Fake news has been a popular topic for a few years, especially how it impacts politics and elections. Fake videos are becoming more relevant too, especially when technology enables the creation of videos where faces and voices can be seamlessly implanted. The most recent Mark Zuckerberg fake video was a reminder that this is really happening.
However, a potentially more dangerous threat comes from fake data in all formats and why it is also a bigger personal risk than data leakages.
The idea of fake news, videos or data more generally is to have something that people believe to be authentic or valid, even though it is not. The fake material is then used to change people’s opinion, sway decisions or cast a slur on someone. They are used frequently in politics but can also be used in business, for example, to cause trouble for a company, manipulate stock prices or create support for competitive businesses or companies.
At both business and personal levels, stolen data and misuse of confidential data have been the main issues, e.g. someone uses a company’s business secrets, steals an identity, or reveals personally sensitive information.

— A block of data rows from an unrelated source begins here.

import type { Image, SKRSContext2D } from '@napi-rs/canvas';
import type { AngleGauge, FrameLandmarks, ScaleBar } from '../../src/contracts/annotations';
import type { Direction, Side } from '../../src/contracts/assessment';
import { STILL_CAUTION_LINE, type StillLabel, type StillRect } from '../../src/contracts/sharing';
import { drawOverlay, overlayLabelPositions, type Canvas2DLike, type OverlayOptions } from '../../src/kinematics';
import { CANVAS_FONT_STACK, loadCanvas } from './fonts';

/** One panel to render: a frame image and the overlay frozen with the still. */
export interface StillPanelInput {
  /** JPEG/PNG bytes (or a file path) of the working-size frame. */
  image: Buffer | string;
  /** Working frame size, px: the coordinate system of the landmarks and overlay. */
  frameSize: { width: number; height: number };
  landmarks: FrameLandmarks[];
  nearSide: Side;
  direction: Direction;
  scale: ScaleBar | null;
  /** Angle gauges of the frame (stills saved before gauges existed have none). */
  gauges?: AngleGauge[];
  /** Heading above the panel, e.g. "Re-test · 24 Nov 2026 · Right toe-off · 0.43 s". */
  heading: string;
}

export interface StillRenderInput {
  panels: StillPanelInput[];
  caption: string;
  showAngles: boolean;
  /** Called between steps with 0–1. */
  onProgress?: (fraction: number) => void | Promise<void>;
}

export interface StillRenderOutput {
  png: Buffer;
  /** Smaller JPEG for phones (long side ≤ {@link PHONE_LONG_SIDE}). */
  jpeg: Buffer;
  width: number;
  height: number;
  layout: StillRect[];
  labels: StillLabel[];
  /** Where the caution line sits: the band at the foot of the image. */
  caution: StillRect;
}

/** Long side of the phone JPEG, px. */
export const PHONE_LONG_SIDE = 960;
/** JPEG quality of the phone copy (0–100). */
export const PHONE_JPEG_QUALITY = 80;

const INK = '#1B2A26';
const PAPER = '#FFFFFF';
const BAND = '#F1F5F3';
const MUTED = '#4A5A55';
const GAP = 12;

/** User-perceived characters (a letter with its combining marks, an emoji with its modifiers stay whole). */
const graphemes = new Intl.Segmenter(undefined, { granularity: 'grapheme' });

/**
 * Splits text into lines that fit `maxWidth` with the context's current font: at spaces, and a
 * word too wide for a line of its own (text written without spaces, as Chinese or Japanese is; a
 * long web address) between its characters, so nothing runs off the edge. Every character is kept.
 */
export function wrapText(ctx: Pick<SKRSContext2D, 'measureText'>, text: string, maxWidth: number): string[] {
  const lines: string[] = [];
  const fits = (t: string) => ctx.measureText(t).width <= maxWidth;
  for (const paragraph of text.split(/\r?\n/)) {
    let line = '';
    for (const word of paragraph.split(/\s+/).filter(Boolean)) {
      const next = line ? `${line} ${word}` : word;
      if (fits(next)) {
        line = next;
        continue;
      }
      if (line) lines.push(line);
      line = '';
      if (fits(word)) {
        line = word;
        continue;
      }
      for (const { segment } of graphemes.segment(word)) {
        if (line && !fits(line + segment)) {
          lines.push(line);
          line = '';
        }
        line += segment;
      }
    }
    lines.push(line);
  }
  return lines;
}

/**
 * At most `max` of `lines`; when some are left out, the last one kept ends in "…" (shortened
 * between characters until it fits `maxWidth`), so a cut caption shows that it was cut.
 */
export function clampLines(ctx: Pick<SKRSContext2D, 'measureText'>, lines: string[], max: number, maxWidth: number): string[] {
  if (lines.length <= max) return lines;
  const kept = lines.slice(0, max);
  const chars = [...graphemes.segment(kept[max - 1]!)].map((g) => g.segment);
  while (chars.length && ctx.measureText(`${chars.join('').trimEnd()}…`).width > maxWidth) chars.pop();
  kept[max - 1] = `${chars.join('').trimEnd()}…`;
  return kept;
}

/**
 * Renders an annotated still: each panel's frame with the SAME overlay routine the review
 * workspace draws (`drawOverlay` from `src/kinematics`, through @napi-rs/canvas's Canvas 2D),
 * a heading band per panel, the caption below and one small caution line at the foot
 * (`STILL_CAUTION_LINE`), in the shipped Source Sans 3.
 *
 * Panels sit side by side at a common height (the first panel's), so a Baseline/Re-test pair lines
 * up; the overlay is drawn in each frame's own pixel coordinates under a scale transform, so
 * marker and label sizes follow the frame size exactly as in the review workspace at 100 %.
 */
export async function renderStill(input: StillRenderInput): Promise<StillRenderOutput> {
  const { createCanvas, loadImage } = await loadCanvas([input.caption, ...input.panels.map((p) => p.heading)]);
  if (input.panels.length === 0) throw new Error('A still needs at least one panel.');
  const images: Image[] = [];
  for (const p of input.panels) images.push(await loadImage(p.image));
  await input.onProgress?.(0.25);

  const first = input.panels[0]!.frameSize;
  const panelHeight = first.height;
  const widths = input.panels.map((p) => Math.round((p.frameSize.width * panelHeight) / p.frameSize.height));
  const contentWidth = widths.reduce((a, b) => a + b, 0) + GAP * (input.panels.length - 1);
  const unit = Math.max(12, Math.round(Math.min(contentWidth, panelHeight) * 0.028));
  const headingHeight = Math.round(unit * 2.2);
  const captionFont = `400 ${Math.round(unit * 1.15)}px ${CANVAS_FONT_STACK}`;

  // Caption lines are measured on a scratch context with the same font.
  const scratch = createCanvas(10, 10).getContext('2d');
  scratch.font = captionFont;
  const caption = input.caption.trim();
  const captionLines = caption ? wrapText(scratch, caption, contentWidth - 2 * unit) : [];
  const lineHeight = Math.round(unit * 1.5);
  // Whole pixels: the canvas has whole pixels, and the stored height is an integer column.
  const captionHeight = captionLines.length ? captionLines.length * lineHeight + Math.round(unit * 1.4) : 0;
  const cautionSize = Math.max(10, Math.round(unit * 0.8));
  const cautionHeight = Math.round(cautionSize * 2);

  const width = contentWidth;
  const height = headingHeight + panelHeight + captionHeight + cautionHeight;
  const canvas = createCanvas(width, height);
  const ctx = canvas.getContext('2d');
  ctx.fillStyle = PAPER;
  ctx.fillRect(0, 0, width, height);

  const layout: StillRect[] = [];
  const labels: StillLabel[] = [];
  let x = 0;
  input.panels.forEach((panel, index) => {
    const w = widths[index]!;
    const rect = { x, y: headingHeight, width: w, height: panelHeight };
    layout.push(rect);
    ctx.fillStyle = BAND;
    ctx.fillRect(x, 0, w, headingHeight);
    ctx.fillStyle = INK;
    ctx.font = `600 ${unit}px ${CANVAS_FONT_STACK}`;
    ctx.textBaseline = 'middle';
    ctx.textAlign = 'left';
    ctx.fillText(panel.heading, x + unit * 0.6, headingHeight / 2, w - unit * 1.2);

    ctx.drawImage(images[index]!, rect.x, rect.y, rect.width, rect.height);
    const opts: OverlayOptions = {
      frameSize: panel.frameSize,
      landmarks: panel.landmarks,
      nearSide: panel.nearSide,
      direction: panel.direction,
      showAngles: input.showAngles,
      scale: panel.scale,
      gauges: panel.gauges ?? [],
      fontFamily: `${CANVAS_FONT_STACK}, sans-serif`,
    };
    ctx.save();
    ctx.translate(rect.x, rect.y);
    ctx.scale(rect.width / panel.frameSize.width, rect.height / panel.frameSize.height);
    drawOverlay(ctx as unknown as Canvas2DLike, opts);
    ctx.restore();
    if (input.showAngles) {
      for (const a of overlayLabelPositions(opts).angles) labels.push({ panel: index, side: a.side, joint: a.joint, text: a.text });
    }
    x += w + GAP;
  });
  await input.onProgress?.(0.55);

  if (captionLines.length) {
    ctx.fillStyle = INK;
    ctx.font = captionFont;
    ctx.textBaseline = 'top';
    ctx.textAlign = 'left';
    captionLines.forEach((line, i) => ctx.fillText(line, unit, headingHeight + panelHeight + unit * 0.7 + i * lineHeight));
  }
  // One small caution line at the foot, in the muted ink (about 7:1 on white), never over the frame.
  const caution = { x: 0, y: height - cautionHeight, width, height: cautionHeight };
  ctx.fillStyle = MUTED;
  ctx.font = `400 ${cautionSize}px ${CANVAS_FONT_STACK}`;
  ctx.textBaseline = 'middle';
  ctx.textAlign = 'left';
  ctx.fillText(STILL_CAUTION_LINE, unit, caution.y + cautionHeight / 2, width - 2 * unit);
  // A hairline under the caption keeps white-on-white phone viewers from losing the edge.
  ctx.fillStyle = MUTED;
  ctx.fillRect(0, height - 1, width, 1);

  const png = await canvas.encode('png');
  await input.onProgress?.(0.85);

  const factor = Math.min(1, PHONE_LONG_SIDE / Math.max(width, height));
  const small = createCanvas(Math.max(1, Math.round(width * factor)), Math.max(1, Math.round(height * factor)));
  const sctx = small.getContext('2d');
  sctx.imageSmoothingQuality = 'high';
  sctx.drawImage(canvas, 0, 0, small.width, small.height);
  const jpeg = await small.encode('jpeg', PHONE_JPEG_QUALITY);
  await input.onProgress?.(1);

  return { png, jpeg, width, height, layout, labels, caution };
}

As we know, this can cause all kind of business and personal issues, but it is not always the worst option – what if data was fake?
Someone can create fake rumors about a person, or a company and they are a kind of fake news. Fake rumors are probably a very old model to cause harm to someone and it is very hard to fight against them, if they are good stories. How about going deeper into your data. What if someone could create a new credit history for you, new family details, a criminal record or health records. Basically, many parties have a lot of data about us and it has a lot of impact on our lives, but if that data was modified, it could really cause trouble.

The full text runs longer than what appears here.